▸ Collected data entries
- Opening Delimiter -

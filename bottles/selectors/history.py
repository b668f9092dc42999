"""One bottle's grams in the order in which things happened: levels, the weighings that rule.

Order is that of happening, then that of recording. A movement that a weighing caused stands
where its weighing stands, a reversal where the movement that it reverses stands.

A weighing *rules* the books where no later one was known when it was recorded: a late entry of
an older weighing stays a statement, for the younger one has spoken already. A weighing with the
filling line on never rules: the hose pulls at the scale.
"""

from __future__ import annotations

from bisect import bisect_right
from dataclasses import dataclass
from datetime import datetime

from django.db.models import Q

from bottles.models import Bottle, Line, Weighing
from bottles.physics.weighing import net_uncertainty

Key = tuple[datetime, int]
SETS_THE_BOOKS = ("opening", "adjust")


@dataclass(frozen=True, slots=True)
class Change:
    """What one line did to the bottle's grams."""

    key: Key
    movement_id: int
    kind: str
    grams: int  # below nothing: went out
    error_g: int
    weighing_id: int | None
    reversal: bool  # it is a reversal, or was reversed: both cancel each other


@dataclass(frozen=True, slots=True)
class Spoken:
    """What a scale said, where it stands in the order."""

    key: Key
    weighing_id: int
    net_g: int  # never below nothing
    error_g: int
    wet: bool


class History:
    """The changes and weighings of one bottle, oldest first."""

    def __init__(self, changes: list[Change], ruling: list[Spoken], latest: Spoken | None) -> None:
        self.changes = sorted(changes, key=lambda change: change.key)
        self.ruling = ruling
        self.latest = latest  # of all weighings that aren't struck, ruling or not
        self._keys = [change.key for change in self.changes]
        self._levels = [0]
        for change in self.changes:
            self._levels.append(self._levels[-1] + change.grams)

    def level_at(self, key: Key) -> int:
        """Return what the books say just after a place in the order."""
        return self._levels[bisect_right(self._keys, key)]

    def lowest(self, after: Key, before: Key | None = None) -> int:
        """Return the lowest level from a place on, until before another (or to the end)."""
        first = bisect_right(self._keys, after)
        low = self._levels[first]
        for number in range(first, len(self.changes)):
            if before is not None and self._keys[number] >= before:
                break
            # Lines of one movement stand together: only the level after all of them counts.
            if number + 1 == len(self.changes) or self._keys[number + 1] != self._keys[number]:
                low = min(low, self._levels[number + 1])
        return low

    def shortfalls(self, after: Key, before: Key | None, grams: int) -> tuple[int, list[tuple[datetime, int]]]:
        """Return what must have been in the bottle beyond its books, were so much added after a place.

        What is short there at once, and what is short when something later went out, until before
        another place: so that no level falls below nothing at any time.
        """
        first = bisect_right(self._keys, after)
        at_once = max(0, -(self._levels[first] + grams))
        shift = grams + at_once
        later: list[tuple[datetime, int]] = []
        for number in range(first, len(self.changes)):
            key = self._keys[number]
            if before is not None and key >= before:
                break
            last_of_its_place = number + 1 == len(self.changes) or self._keys[number + 1] != key
            short = -(self._levels[number + 1] + shift)
            if short <= 0 or not last_of_its_place:
                continue
            shift += short
            if key[0] == after[0]:
                at_once += short
            else:
                later.append((key[0], short))
        return at_once, later

    def next_ruling(self, after: Key) -> Spoken | None:
        """Return the first weighing that rules after a place in the order."""
        return next((one for one in self.ruling if one.key > after), None)

    def last_ruling(self, before: Key) -> Spoken | None:
        """Return the last weighing that rules before a place in the order."""
        return next((one for one in reversed(self.ruling) if one.key < before), None)

    def own_changes(self, weighing: Spoken) -> list[Change]:
        """Return the changes by which a weighing set the books, those reversed left out."""
        return [
            change for change in self.changes
            if change.weighing_id == weighing.weighing_id and change.kind in SETS_THE_BOOKS and not change.reversal
        ]  # fmt: skip

    def books_error(self, at: Spoken) -> int:
        """Return the ± of the books just before a weighing.

        That of the last weighing with which they agreed to the gram, and of what moved since;
        a weighing that left a gap within its ± doesn't make the books any surer.
        """
        earlier = [one for one in self.ruling if one.key < at.key]
        rest = next((one for one in reversed(earlier) if self.level_at(one.key) == one.net_g), None)
        if rest is None and earlier:
            rest = earlier[0]
        error = rest.error_g if rest else 0
        for change in self.changes:
            since = rest is None or change.key > rest.key
            if since and change.key <= at.key and change.weighing_id != at.weighing_id and not change.reversal:
                error = net_uncertainty(error, change.error_g)
        return error

    def known_before(self, at: Spoken) -> bool:
        """Whether anything was known of the contents before a weighing: a movement or a ruling weighing."""
        if self.last_ruling(at.key):
            return True
        return any(
            change.key <= at.key and change.weighing_id != at.weighing_id and not change.reversal
            for change in self.changes
        )

    def rests_on_ticket(self, at: Spoken) -> bool:
        """Whether the books before a weighing are a delivery's ticket, nothing drawn or weighed since."""
        real = [
            change for change in self.changes
            if change.key <= at.key and not change.reversal and change.weighing_id != at.weighing_id
        ]  # fmt: skip
        if not real or real[-1].kind != "delivery" or real[-1].weighing_id is not None:
            return False
        weighed = self.last_ruling(at.key)
        return weighed is None or weighed.key < real[-1].key


def history_of(bottle: Bottle) -> History:
    """Read one bottle's history: two queries."""
    lines = (
        Line.objects.filter(Q(source__bottle=bottle) | Q(target__bottle=bottle))
        .order_by("movement_id", "id")
        .values_list(
            "movement_id", "movement__kind", "movement__happened_at", "movement__act_id", "movement__weighing_id",
            "movement__weighing__act_id", "movement__reverses__act_id", "movement__reverses__weighing__act_id",
            "movement__reverses_id", "movement__reversal__id", "source__bottle_id", "grams", "error_g",
        )
    )
    changes = [
        Change(
            key=(happened_at, undone_weighing or undone or by_weighing or recorded),
            movement_id=movement, kind=kind, grams=-grams if source == bottle.pk else grams, error_g=error_g,
            weighing_id=weighing, reversal=bool(reverses or reversed_by),
        )
        for (movement, kind, happened_at, recorded, weighing, by_weighing, undone, undone_weighing,
             reverses, reversed_by, source, grams, error_g) in lines
    ]  # fmt: skip
    rows = Weighing.objects.filter(bottle=bottle, strike__isnull=True).order_by("act_id", "id")
    latest: Spoken | None = None
    ruling: list[Spoken] = []
    for row in rows:
        one = Spoken((row.happened_at, row.act_id), row.pk, max(0, row.net_g), row.error_g, row.wet)
        if row.step != "after" and (latest is None or one.key > latest.key):
            ruling.append(one)  # recorded in order, each later than all before it
        if latest is None or one.key > latest.key:
            latest = one
    return History(changes, ruling, latest)
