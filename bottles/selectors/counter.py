"""What the Counter shows: bottles in the shop, supply bottles on the stations.

Each in a fixed number of queries.
"""

from __future__ import annotations

from collections.abc import Sequence

from django.db.models import F, QuerySet

from bottles.models import Custody, Standing, Station, Supply

SHOWN = 100  # bottles on the counter's own list; more are on the bottles page


def waiting() -> Sequence[Standing]:
    """Return the standings of bottles in the shop that wait for something, the soonest promise first."""
    return list(
        _standings()
        .filter(is_in=True, waits=True, bottle__retired_at__isnull=True)
        .order_by(F("custody__promised_at").asc(nulls_last=True), "custody__happened_at", "bottle__code")[:SHOWN]
    )


def at_the_counter() -> Sequence[Standing]:
    """Return the standings of bottles that stand at the counter and wait for nothing: to label, to go."""
    return list(
        _standings()
        .filter(is_in=True, waits=False, custody__place__kind="counter", bottle__retired_at__isnull=True)
        .order_by("bottle__code")[:SHOWN]
    )


def came_in_unweighed(standing: Standing) -> bool:
    """Whether the bottle is in and hasn't been weighed since it came."""
    custody, weighing = standing.custody, standing.weighing
    if custody is None or not custody.is_in:
        return False
    if weighing is None:
        return True
    came: Custody | None = custody
    if custody.kind != "in":  # moved about since
        came = Custody.objects.filter(bottle=standing.bottle_id, kind="in").order_by("happened_at", "id").last()
    return came is not None and weighing.happened_at < came.happened_at


def supplies() -> Sequence[Supply]:
    """Return the supply bottles on the stations in use, each with its books and what was last weighed of it."""
    weighing = "bottle__standing__weighing"
    return list(
        Supply.objects.filter(station__active=True)
        .annotate(
            code=F("bottle__code"), station_name=F("station__name"), books_g=F("bottle__account__balance_g"),
            net_g=F(f"{weighing}__net_g"), error_g=F(f"{weighing}__error_g"),
        )
        .order_by("station__name", "bottle__code")
    )  # fmt: skip


def has_stations() -> bool:
    """Return whether any station is in use."""
    return Station.objects.filter(active=True).exists()


def _standings() -> QuerySet[Standing]:
    """Standings with what is judged, and by name what is shown beside that: a row for each, no more objects."""
    return Standing.objects.select_related("bottle", "ownership", "weighing").annotate(
        customer=F("ownership__customer__name"), place=F("custody__place__name"), wanted=F("custody__wanted"),
        promised_at=F("custody__promised_at"),
    )  # fmt: skip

- Closing Delimiter -

▸ Task to complete
Working from the records above, write out verbatim only the lines from the line containing "A weighing *rules*" through the line containing "Key = tuple[datetime, int]".

▸ Written answer
A weighing *rules* the books where no later one was known when it was recorded: a late entry of
an older weighing stays a statement, for the younger one has spoken already. A weighing with the
filling line on never rules: the hose pulls at the scale.
"""

from __future__ import annotations

from bisect import bisect_right
from dataclasses import dataclass
from datetime import datetime

from django.db.models import Q

from bottles.models import Bottle, Line, Weighing
from bottles.physics.weighing import net_uncertainty

Key = tuple[datetime, int]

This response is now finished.